Updated on December 12, 2012

The Financial Burden

In most cases, merchants or financial institutions bear the risk of loss when fraudulent transactions take place. Merchants have risk of loss of the value of their goods or services if the financial institution initiates a chargeback. In the event that the financial institution does not have chargeback rights, then the merchant has no liability thus leaving the loss to the financial institution.

Understanding Security Implementations

Both Mastercard and Visa employ additional levels of security for online transactions through the “Mastercard SecureCode” and “Verified by Visa” programs.These programs require the cardholder to create an additional password to use for online transactions.There are some drawbacks to these programs but overall it can help to protect merchants against unauthorized transaction chargebacks.The merchant would have to purchase these products in order to utilize the protection that they offer and in many cases it can be very expensive.In many cases, there are several fees to be incurred by the merchant which can include setup fees, monthly fees, and per-transaction fees.These fees can be well worth it to many merchants because the use of these programs can limit the amount of chargebacks by adding an extra level of security to each transaction.

Additionally, credit card companies have large information systems set up to monitor transactions for fraud. Many of the systems use complex algorithms to score each transaction based on the cardholder’s usual spending habits, location of the purchase, and amounts of each transactions. When a transaction is authorized that scores too high as a result of these criteria, it flags the transaction for possible fraud so that it can be further investigated. The ways at which the transaction is further examined can vary.

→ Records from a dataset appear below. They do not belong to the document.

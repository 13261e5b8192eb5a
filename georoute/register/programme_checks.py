"""What a programme file may say in the right form and still be wrong."""

from __future__ import annotations

import zoneinfo
from dataclasses import replace
from datetime import timedelta
from typing import TYPE_CHECKING

from georoute.domain.programme import TravelMethod
from georoute.domain.run import EFFORTS, Aim
from georoute.register.calendars import CalendarRules, calendar_of, merged, unknown_holidays
from georoute.register.codes import Code, nearest, nearest_words
from georoute.register.columns import COLUMNS
from georoute.register.people_checks import check_bases, check_inspectors
from georoute.register.schema_faults import key_path
from georoute.roads.speeds import ROAD_CLASSES

if TYPE_CHECKING:
    from georoute.domain.people import WorkingCalendar
    from georoute.register.programme_parts import Notebook, Parts

__all__ = ["check_parts"]

_LONGEST_DAYS = 366
_FIRST_YEAR, _LAST_YEAR = 1950, 2199


def check_parts(parts: Parts, notebook: Notebook) -> None:
    """Check what could be read of a programme file; findings go to the notebook.

    Parameters
    ----------
    parts
        The sections.
    notebook
        Takes the findings.
    """
    _check_zone(parts, notebook)
    horizon_is_good = _check_horizon(parts, notebook)
    check_bases(parts, notebook)
    check_inspectors(parts, notebook)
    _check_calendars(parts, notebook, horizon_is_good=horizon_is_good)
    _check_choices(parts, notebook)
    _check_sources(parts, notebook)
    _check_mapping(parts, notebook)


def _check_zone(parts: Parts, notebook: Notebook) -> None:
    if parts.zone is None:
        return
    try:
        zoneinfo.ZoneInfo(parts.zone)
    except (zoneinfo.ZoneInfoNotFoundError, ValueError, OSError):
        known = sorted(zoneinfo.available_timezones())
        wanted = parts.zone.casefold().replace(" ", "_").rsplit("/", maxsplit=1)[-1]
        same_town = [
            name for name in known if name.casefold().rsplit("/", maxsplit=1)[-1] == wanted
        ]
        close = same_town[:3] or nearest(parts.zone, known)
        near = " or ".join(f"`{name}`" for name in close)
        notebook.add(
            Code.UNKNOWN_ZONE,
            f"there is no IANA time zone `{parts.zone}`",
            f"did you mean {near}?" if near else "write one such as `America/Santiago`",
            at=("zone",),
            value=parts.zone,
        )


def _check_horizon(parts: Parts, notebook: Notebook) -> bool:
    """Check the dates; true where the horizon can be walked through."""
    first, last = parts.first_date, parts.last_date
    in_years = True
    for key, day in (("first_date", first), ("last_date", last)):
        if day is not None and not _FIRST_YEAR <= day.year <= _LAST_YEAR:
            in_years = False
            notebook.add(
                Code.ABSURD_DATE,
                f"the year {day.year} is not between {_FIRST_YEAR} and {_LAST_YEAR}",
                "write the right year",
                at=(key,),
                value=day,
            )
    if first is None or last is None or not in_years:
        return False
    days = (last - first).days + 1
    if days < 1:
        notebook.add(
            Code.LAST_BEFORE_FIRST,
            f"the last date {last} is before the first {first}",
            "exchange the two, or correct one",
            at=("last_date",),
            value=last,
        )
    elif days > _LONGEST_DAYS:
        latest = first + timedelta(days=_LONGEST_DAYS - 1)
        notebook.add(
            Code.HORIZON_TOO_LONG,
            f"the programme has {days} days, at most {_LONGEST_DAYS} can be planned at once",
            f"let it end on {latest} at the latest, and plan the rest in a second programme",
            at=("last_date",),
            value=last,
        )
    return 1 <= days <= _LONGEST_DAYS


def _check_calendars(parts: Parts, notebook: Notebook, *, horizon_is_good: bool) -> None:
    good = True
    sections = [(("calendar",), parts.calendar, merged(parts.calendar, parts.calendar))]
    own = [
        (("inspector", k), section, merged(parts.calendar, section))
        for k, section in parts.inspectors
    ]
    for at, section, rules in (*sections, *own):
        states_its_own = section.holiday_country or section.holiday_subdivision
        fault = (
            unknown_holidays(section, country=rules.country, subdivision=rules.subdivision)
            if states_its_own
            else None
        )
        if fault is not None:
            good = False
            path = (*at, fault.column)
            notebook.findings.append(
                replace(fault, column=key_path(path), row=notebook.lines.line_of(path))
            )
    if good and horizon_is_good and parts.inspectors:
        _check_working_days(parts, notebook, [(at, rules) for at, _, rules in own])


def _check_working_days(
    parts: Parts, notebook: Notebook, own: list[tuple[tuple[str | int, ...], CalendarRules]]
) -> None:
    if parts.first_date is None or parts.last_date is None:
        return
    count = (parts.last_date - parts.first_date).days + 1
    days = [parts.first_date + timedelta(days=k) for k in range(count)]

    def works(calendar: WorkingCalendar) -> bool:
        return any(calendar.works_on(day) for day in days)

    idle = [
        at
        for at, rules in own
        if not works(calendar_of(rules, first=parts.first_date, last=parts.last_date))
    ]
    horizon = f"{parts.first_date} to {parts.last_date}"
    remedy = "look at the dates, weekdays, days_off and holidays"
    if len(idle) == len(own):
        notebook.add(
            Code.NO_WORKING_DAY,
            f"nobody works on any date from {horizon}",
            remedy,
            at=("last_date",),
            value=parts.last_date,
        )
        return
    for at in idle:
        notebook.add(
            Code.INSPECTOR_WITHOUT_DAY,
            f"this inspector works on no date from {horizon}",
            remedy,
            at=at,
        )


def _check_choices(parts: Parts, notebook: Notebook) -> None:
    """Check every word that is one of a list."""
    travel, search = parts.travel, parts.search
    methods, aims = [m.value for m in TravelMethod], [aim.value for aim in Aim]
    choices = (
        (Code.UNKNOWN_TRAVEL_METHOD, "travel method", travel.method, methods, ("travel", "method")),
        (Code.UNKNOWN_AIM, "aim", search.aim, aims, ("search", "aim")),
        (Code.UNKNOWN_EFFORT, "effort", search.effort, EFFORTS, ("search", "effort")),
        *(
            (
                Code.UNKNOWN_ROAD_CLASS,
                "class of road",
                name,
                ROAD_CLASSES,
                ("travel", "roads", table, name),
            )
            for table in ("speeds", "real_factors")
            for name in getattr(travel.roads, table)
        ),
    )
    for code, what, word, known, at in choices:
        if word not in known:
            message = f"there is no {what} `{word}`"
            notebook.add(code, message, nearest_words(word, known), at=at, value=word)


def _check_sources(parts: Parts, notebook: Notebook) -> None:
    """Check that the travel method has the file it needs."""
    method = parts.travel.method
    if method == TravelMethod.ROADS.value and not parts.writes("travel", "roads", "path"):
        notebook.add(
            Code.MISSING_ROADS,
            "the travel method is `roads` and no roads are named",
            'add a section [travel.roads] with `path = "town.osm.pbf"`',
            at=("travel", "roads", "path"),
        )
    if method == TravelMethod.TABLE.value and not parts.writes("travel", "table"):
        notebook.add(
            Code.MISSING_TABLE,
            "the travel method is `table` and no table is named",
            'add `table = "travel.csv"`',
            at=("travel", "table"),
        )


def _check_mapping(parts: Parts, notebook: Notebook) -> None:
    names = [column.name for column in COLUMNS]
    for key, header in parts.register.columns.items() if parts.register is not None else ():
        if key not in names:
            notebook.add(
                Code.UNKNOWN_MAPPING,
                f"`{key}` is no column of a register",
                f"{nearest_words(key, names)} The mapping is written "
                "`georoute's name = header of the file`",
                at=("register", "columns", key),
                value=header,
            )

Many companies attempt to reach out to their clients by giving them a call to verify and go over the suspicious transactions. If the credit card company is unable to gain contact with the client, then depending on how suspicious the transaction appears they may choose to place the card on a restricted status. With the restricted status placed upon the card, no transactions would be approved until the client gains contact with the processor to go over the suspicious transactions.

Some financial institutions such as Citigroup offer “virtual account numbers” through their online services. These virtual account numbers work in that they are limited in use and work by using a temporary account number which is different than the number on the front of the card. Many cardholders use these feature when making online or over the phone payments because with the rampancy of fraud today; payments made through these methods are more susceptible to having card information taken. The advantage of using the limited virtual account number is that if by some means a fraudster acquires the virtual account number they will be limited if not completely prevented from making any sort of purchase. It also saves the cardholder and credit card company time and money because there will be less effort devoted to disputing the transactions and creating the cardholder a new account.

The Final Cost

Overall these fraud prevention and mitigation systems are necessary to the continued business of both PayPal and credit card companies. With credit card fraud being reported at $5.55 billion in 2011, there is much at stake for both the consumer and the firm itself. Through the use of information systems, these payment processing firms have greatly reduced the amount of risk they face.